UNICEF relies on the support of donors to reach all children at risk of malnutrition. In Nan District, the programme is funded by the Government of China, through the Ministry of Commerce. Recently, the China International Development Cooperation Agency (CIDCA) donated a further $1.5 million to improve the health, nutrition and protection of over 220,000 children in Laos.
"On behalf of UNICEF, I would like to thank the Government of China for supporting our nutrition programme in Laos. This has helped us reach more women and children, including here in Nan District, saving many children’s lives," Khamseng Philavong, nutrition specialist at UNICEF Laos, says.
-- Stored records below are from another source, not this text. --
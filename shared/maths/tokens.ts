import type { ReadSettings } from './expression.ts';
import { BLANKS, isLetter, Scanner } from './scanner.ts';
import { readNumber } from './token-number.ts';
import { type Entry, findEntry } from './token-table.ts';
import { readWords } from './token-words.ts';

/** Cuts a line into tokens; the last one is the end of the line. Throws a ReadFailure on what is no part of a line. */
export function tokenize(source: string, settings: ReadSettings): Scanner {
  const scanner = new Scanner(source, settings);
  for (;;) {
    scanner.take(BLANKS);
    if (scanner.at >= source.length) break;
    readToken(scanner);
  }
  scanner.push('$', '', source.length);
  return scanner;
}

function readToken(scanner: Scanner): void {
  const { source, at } = scanner;
  if (source[at] === '\\') readCommand(scanner);
  else if (isLetter(source.charCodeAt(at))) readWords(scanner);
  else if (/^\.?\d/.test(source.slice(at, at + 2))) readNumber(scanner);
  else readCharacter(scanner);
}

function readCharacter(scanner: Scanner): void {
  const { source, at } = scanner;
  if (scanner.passedOver.has(at)) return void (scanner.at += 1);
  const pair = source.slice(at, at + 2);
  const name = findEntry(pair) ? pair : source.charAt(at);
  const entry = findEntry(name);
  if (entry) {
    scanner.at += name.length;
    return pushEntry(scanner, entry, name, at);
  }
  const raised = scanner.take(/[⁰¹²³⁴-⁹]+/y);
  if (raised) return scanner.push('²', raised.normalize('NFKD'), at);
  const fraction = scanner.take(/[¼-¾⅓-⅞]/y);
  if (fraction) return scanner.push('F', fraction.normalize('NFKD'), at);
  if (scanner.take(/[\u00a0\u2009]/y)) scanner.gap = true;
  else scanner.fail('unknown-character', at, at + String.fromCodePoint(source.codePointAt(at)!).length);
}

/** `\left`, `\mright`, `\middle`, `\big`, `\Biggl` and their like. */
const SIZED = /^(?:m?(?:left|right)|middle|[bB]igg?[lrm]?)$/;

function readCommand(scanner: Scanner): void {
  const start = scanner.at;
  const name = scanner.take(COMMAND).slice(1);
  const entry = findEntry(/^[a-zA-Z]/.test(name) ? name : /^\s/.test(name) ? '~' : `\\${name}`);
  if (entry) pushEntry(scanner, entry, name, start);
  else if (SIZED.test(name)) readSized(scanner, name, start);
  else scanner.fail('unknown-command', start);
}

const COMMAND = /\\(?:[a-zA-Z]+|[^]?)/y;

function pushEntry(scanner: Scanner, { kind, text }: Entry, name: string, start: number): void {
  const act = ACTIONS[kind];
  if (act) act(scanner, start, name, kind);
  else scanner.push(kind, text, start);
}

/** What takes more than the command itself, or leaves no token. */
const ACTIONS: Partial<Record<string, (scanner: Scanner, start: number, name: string, kind: string) => void>> = {
  S: () => {},
  '~': (scanner) => void (scanner.gap = true),
  h: (scanner) => void scanner.rawArgument(),
  T: (scanner, start) => scanner.push('T', scanner.rawArgument(), start),
  A: readAccent,
  B: readEnvironment,
  E: readEnvironment,
  H: readHole,
  N: readNewRow,
  M: readStyled,
  X: readAdorned,
  D: readSetLetter,
  n: readNegated,
};

function readAccent(scanner: Scanner, start: number, name: string): void {
  const body = scanner.rawArgument().trim();
  if (!/^\\?[a-zA-Z]$|^\\[a-zA-Z]+$/.test(body)) scanner.fail('unknown-command letter', start);
  scanner.push('a', `\\${name}{${body}}`, start);
}

function readEnvironment(scanner: Scanner, start: number, _: string, kind: string): void {
  const environment = scanner.rawArgument();
  if (kind === 'B' && environment === 'array') scanner.rawArgument();
  scanner.push(kind, environment, start);
}

function readHole(scanner: Scanner, start: number): void {
  scanner.take(/\s*\[[^\]]*\]/y);
  scanner.rawArgument();
  scanner.push('H', '', start);
}

/** A row may end in `\\[2pt]`. */
function readNewRow(scanner: Scanner, start: number): void {
  scanner.take(/\[-?[\d.]+ *[a-z]{2}\]/y);
  scanner.push('N', '', start);
}

/** `\boxed{..}` and `\cancel{..}` only adorn what they hold: their braces are passed over. */
function readAdorned(scanner: Scanner): void {
  const from = scanner.at;
  scanner.rawArgument();
  if (scanner.source[scanner.at - 1] === '}') scanner.passedOver.add(scanner.at - 1);
  scanner.at = scanner.source[from] === '{' ? from + 1 : from;
}

function readSetLetter(scanner: Scanner, start: number): void {
  const letter = scanner.rawArgument().trim();
  if (!/^[RZNQC]$/.test(letter)) scanner.fail('unknown-command \\R', start);
  scanner.push('ℝ', letter, start);
}

function readNegated(scanner: Scanner, start: number): void {
  scanner.take(BLANKS);
  const sign = scanner.take(/=|\\in/y);
  if (!sign) scanner.fail('unknown-command \\ne', start);
  scanner.push(sign === '=' ? '≠' : '∉', '', start);
}

/** `\left(`: the delimiter carries its side and the span of both. */
function readSized(scanner: Scanner, name: string, start: number): void {
  scanner.take(BLANKS);
  const side = /left|l$/.test(name) ? 'left' : /right|r$/.test(name) ? 'right' : '';
  if (scanner.take(/\./y)) return scanner.push(side === 'left' ? '‹' : '›', '', start);
  scanner.side = side;
  const before = scanner.tokens.length;
  if (scanner.at < scanner.source.length) readToken(scanner);
  const token = scanner.tokens[before];
  if (!token || token.end !== scanner.at || !'()[]⦃⦄|⌊⌋⌈⌉/'.includes(token.kind)) {
    return scanner.fail('missing-bracket (', start);
  }
  token.start = start;
}

/** `\mathrm{..}` and `\operatorname{..}`: a function, an upright d, e or i, or one letter. */
function readStyled(scanner: Scanner, start: number, style: string): void {
  scanner.take(/\*/y);
  const word = scanner.rawArgument().replace(/\s|\\[,;:! ]/g, '');
  const entry = findEntry(word);
  if (/^[ei]$/.test(word) && style !== 'mathit') scanner.push(word, word, start);
  else if (/^[a-zA-Z]$/.test(word)) scanner.push('a', word, start);
  else if (entry && 'flL∨∧'.includes(entry.kind) && /^[a-zA-Z]+$/.test(word))
    scanner.push(entry.kind, entry.text, start);
  else scanner.fail('unknown-command', start);
}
“Even though Laos has made significant progress in the reduction of malnutrition, the prevalence of acute malnutrition here is still high compared with other countries,” Ms Wang Haipei, Third Secretary at the Chinese Embassy in Lao PDR comments. “I’m very glad that our project, funded by China, has come into reality and is making a difference in Laos. UNICEF plays a key role in addressing the needs of children and it has very rich experience. I’m more than confident that through our joint efforts, we can truly help the children in Laos.”
Hope for the future
It’s late afternoon back at Bouanang’s village and the heat is starting to ease off. She sits with Thanva in the doorway of the family’s small wood-and-bamboo hut, which is raised on stilts to provide room for chickens underneath. Bouanang mixes some of the RUTF she was given at the clinic with clean water and feeds it to Thanva with a small plastic spoon. He is clearly enjoying the high-energy, peanut-based paste and quickly finishes the whole bowl.
Now that Thanva is recovering, Bouanang is feeling more positive about the future. She hopes that the coming rainy season will turn the family’s fortunes around and that Thanva will eventually be able to join his siblings – two older girls – at school.
“I don’t have the words to say how happy I am to get my son back and see him getting well again,” she says. “He can eat, he can sleep. In the night-time, he doesn’t cry anymore. When I see him smile, that makes me smile too. When he cries, I also cry with him. I’m so grateful to the doctors at the health centre – they have looked after my son very well.”
Asked about her hopes for her son’s future, Bouanang takes a moment to gather her thoughts. “I want Thanva to study, to be a good person, and to have a better life than his parents,” she decides. “When he grows up, I would like him to be a doctor, so that he can look after other children the way these doctors have taken care of him.”